## Required work
What is needed is a single figure: how many lines of the records below contain the word "thermal".

## Study material
·····
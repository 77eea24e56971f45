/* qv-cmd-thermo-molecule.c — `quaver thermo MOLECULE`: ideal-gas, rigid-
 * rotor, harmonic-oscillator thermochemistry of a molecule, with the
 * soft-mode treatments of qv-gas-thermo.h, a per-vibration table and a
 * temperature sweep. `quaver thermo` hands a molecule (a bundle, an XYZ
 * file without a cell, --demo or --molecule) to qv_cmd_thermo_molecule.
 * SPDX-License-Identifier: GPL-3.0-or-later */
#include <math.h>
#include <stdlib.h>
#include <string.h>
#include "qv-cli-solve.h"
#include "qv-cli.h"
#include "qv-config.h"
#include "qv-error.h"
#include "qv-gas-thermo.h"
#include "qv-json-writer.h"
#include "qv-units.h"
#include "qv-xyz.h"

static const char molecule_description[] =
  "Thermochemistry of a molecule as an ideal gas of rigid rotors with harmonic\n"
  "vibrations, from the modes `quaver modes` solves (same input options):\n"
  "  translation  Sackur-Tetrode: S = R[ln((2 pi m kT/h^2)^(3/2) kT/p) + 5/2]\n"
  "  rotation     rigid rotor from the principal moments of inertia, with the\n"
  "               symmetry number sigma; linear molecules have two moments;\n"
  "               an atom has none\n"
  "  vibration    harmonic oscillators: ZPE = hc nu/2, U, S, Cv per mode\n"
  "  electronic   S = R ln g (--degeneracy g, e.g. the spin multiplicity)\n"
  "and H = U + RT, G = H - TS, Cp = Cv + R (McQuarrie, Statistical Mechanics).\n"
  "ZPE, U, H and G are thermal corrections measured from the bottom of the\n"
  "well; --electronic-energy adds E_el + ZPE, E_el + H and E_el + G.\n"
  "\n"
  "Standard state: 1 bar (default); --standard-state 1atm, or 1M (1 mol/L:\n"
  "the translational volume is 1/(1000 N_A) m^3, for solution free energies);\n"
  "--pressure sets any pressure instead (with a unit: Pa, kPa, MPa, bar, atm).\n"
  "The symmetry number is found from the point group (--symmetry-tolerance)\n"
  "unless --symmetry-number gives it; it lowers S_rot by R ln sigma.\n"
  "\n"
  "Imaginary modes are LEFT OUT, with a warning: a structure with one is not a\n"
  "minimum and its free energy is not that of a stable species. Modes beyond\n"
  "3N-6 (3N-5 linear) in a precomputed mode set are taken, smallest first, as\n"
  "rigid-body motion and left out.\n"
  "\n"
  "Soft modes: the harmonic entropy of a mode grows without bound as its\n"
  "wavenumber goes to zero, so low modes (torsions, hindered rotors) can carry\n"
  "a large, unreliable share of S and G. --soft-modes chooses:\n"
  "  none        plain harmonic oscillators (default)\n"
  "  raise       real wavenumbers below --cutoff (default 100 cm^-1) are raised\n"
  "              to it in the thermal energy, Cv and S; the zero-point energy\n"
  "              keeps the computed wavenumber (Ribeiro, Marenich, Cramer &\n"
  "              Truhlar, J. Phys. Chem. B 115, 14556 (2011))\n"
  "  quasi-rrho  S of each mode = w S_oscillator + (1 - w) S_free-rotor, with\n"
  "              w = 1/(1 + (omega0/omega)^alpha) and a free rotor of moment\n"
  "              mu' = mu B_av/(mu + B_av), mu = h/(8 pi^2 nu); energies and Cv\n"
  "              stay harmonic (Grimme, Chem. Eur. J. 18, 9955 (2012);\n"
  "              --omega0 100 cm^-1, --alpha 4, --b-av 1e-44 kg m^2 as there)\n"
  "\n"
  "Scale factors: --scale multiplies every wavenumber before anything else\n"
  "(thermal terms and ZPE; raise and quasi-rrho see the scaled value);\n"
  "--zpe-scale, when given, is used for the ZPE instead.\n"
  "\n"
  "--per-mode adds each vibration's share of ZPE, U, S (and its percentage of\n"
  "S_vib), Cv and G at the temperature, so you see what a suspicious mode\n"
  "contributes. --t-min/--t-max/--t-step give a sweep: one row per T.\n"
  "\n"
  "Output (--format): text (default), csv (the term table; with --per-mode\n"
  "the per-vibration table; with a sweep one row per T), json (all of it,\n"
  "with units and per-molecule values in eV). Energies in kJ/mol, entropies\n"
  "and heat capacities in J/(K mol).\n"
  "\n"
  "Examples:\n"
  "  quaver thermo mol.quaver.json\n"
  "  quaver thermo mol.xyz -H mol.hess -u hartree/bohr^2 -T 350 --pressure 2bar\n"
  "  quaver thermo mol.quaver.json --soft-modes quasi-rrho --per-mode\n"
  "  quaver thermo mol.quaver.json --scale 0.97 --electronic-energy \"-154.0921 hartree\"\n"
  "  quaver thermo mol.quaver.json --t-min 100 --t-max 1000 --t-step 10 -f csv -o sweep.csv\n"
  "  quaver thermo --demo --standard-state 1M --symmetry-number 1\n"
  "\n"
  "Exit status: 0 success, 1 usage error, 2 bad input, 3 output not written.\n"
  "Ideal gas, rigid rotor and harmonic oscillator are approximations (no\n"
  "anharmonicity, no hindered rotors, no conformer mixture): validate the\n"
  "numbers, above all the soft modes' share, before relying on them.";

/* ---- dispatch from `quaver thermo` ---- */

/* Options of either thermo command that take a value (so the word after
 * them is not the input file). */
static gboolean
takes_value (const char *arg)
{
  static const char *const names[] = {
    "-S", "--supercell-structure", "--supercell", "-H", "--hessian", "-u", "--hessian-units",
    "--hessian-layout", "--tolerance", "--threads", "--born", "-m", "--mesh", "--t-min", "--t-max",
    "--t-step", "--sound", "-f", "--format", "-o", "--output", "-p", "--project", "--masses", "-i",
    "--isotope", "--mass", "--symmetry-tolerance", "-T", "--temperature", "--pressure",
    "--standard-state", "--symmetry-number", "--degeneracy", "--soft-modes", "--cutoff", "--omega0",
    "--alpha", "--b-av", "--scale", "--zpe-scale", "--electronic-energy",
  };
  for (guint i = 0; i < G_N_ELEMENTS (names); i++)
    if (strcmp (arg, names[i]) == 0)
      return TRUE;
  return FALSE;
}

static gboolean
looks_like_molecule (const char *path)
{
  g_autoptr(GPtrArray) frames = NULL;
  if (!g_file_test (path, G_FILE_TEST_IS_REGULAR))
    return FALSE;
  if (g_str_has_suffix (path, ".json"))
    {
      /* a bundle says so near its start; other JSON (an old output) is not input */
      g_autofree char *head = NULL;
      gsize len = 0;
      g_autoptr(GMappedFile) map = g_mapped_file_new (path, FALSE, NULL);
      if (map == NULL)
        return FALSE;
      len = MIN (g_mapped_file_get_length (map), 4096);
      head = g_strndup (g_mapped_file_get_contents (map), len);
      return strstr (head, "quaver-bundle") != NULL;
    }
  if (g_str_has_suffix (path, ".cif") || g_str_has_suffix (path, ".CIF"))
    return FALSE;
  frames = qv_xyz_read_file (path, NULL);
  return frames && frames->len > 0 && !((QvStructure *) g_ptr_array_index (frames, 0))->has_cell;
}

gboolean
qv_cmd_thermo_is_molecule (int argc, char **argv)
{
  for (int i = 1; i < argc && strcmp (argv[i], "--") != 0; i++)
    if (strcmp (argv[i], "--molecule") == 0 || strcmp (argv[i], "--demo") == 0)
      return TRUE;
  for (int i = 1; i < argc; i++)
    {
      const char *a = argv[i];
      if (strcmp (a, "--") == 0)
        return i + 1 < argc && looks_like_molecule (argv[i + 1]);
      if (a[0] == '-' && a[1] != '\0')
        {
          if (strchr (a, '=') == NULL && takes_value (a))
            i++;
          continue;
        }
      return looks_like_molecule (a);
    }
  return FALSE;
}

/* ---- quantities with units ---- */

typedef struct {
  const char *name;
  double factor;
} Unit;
·····
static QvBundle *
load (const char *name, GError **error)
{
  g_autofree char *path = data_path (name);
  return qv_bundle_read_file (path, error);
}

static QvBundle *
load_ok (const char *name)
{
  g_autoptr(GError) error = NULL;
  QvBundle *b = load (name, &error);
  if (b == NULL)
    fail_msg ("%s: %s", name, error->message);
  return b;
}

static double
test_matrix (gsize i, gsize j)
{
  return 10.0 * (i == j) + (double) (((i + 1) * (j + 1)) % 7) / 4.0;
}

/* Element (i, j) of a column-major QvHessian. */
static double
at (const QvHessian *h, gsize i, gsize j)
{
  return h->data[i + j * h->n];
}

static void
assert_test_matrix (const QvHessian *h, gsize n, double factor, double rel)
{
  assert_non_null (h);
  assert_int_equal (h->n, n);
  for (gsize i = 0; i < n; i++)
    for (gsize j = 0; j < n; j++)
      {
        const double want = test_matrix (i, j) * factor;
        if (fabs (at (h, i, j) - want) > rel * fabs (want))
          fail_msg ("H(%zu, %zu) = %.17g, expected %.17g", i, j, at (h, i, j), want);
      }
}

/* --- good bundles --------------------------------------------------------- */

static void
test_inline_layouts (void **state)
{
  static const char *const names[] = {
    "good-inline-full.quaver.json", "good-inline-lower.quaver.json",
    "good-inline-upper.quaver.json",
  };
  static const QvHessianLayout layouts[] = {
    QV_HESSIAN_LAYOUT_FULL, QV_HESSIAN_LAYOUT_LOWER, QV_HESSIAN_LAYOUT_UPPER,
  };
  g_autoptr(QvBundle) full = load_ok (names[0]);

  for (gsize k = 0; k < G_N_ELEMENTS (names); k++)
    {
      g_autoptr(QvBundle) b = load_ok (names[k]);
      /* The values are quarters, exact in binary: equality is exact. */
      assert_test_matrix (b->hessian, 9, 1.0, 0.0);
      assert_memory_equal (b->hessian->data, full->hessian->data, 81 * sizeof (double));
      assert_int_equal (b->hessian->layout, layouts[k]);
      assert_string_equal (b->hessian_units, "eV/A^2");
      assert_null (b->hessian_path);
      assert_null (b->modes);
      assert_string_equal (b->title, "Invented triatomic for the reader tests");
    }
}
·····
## Finished task
3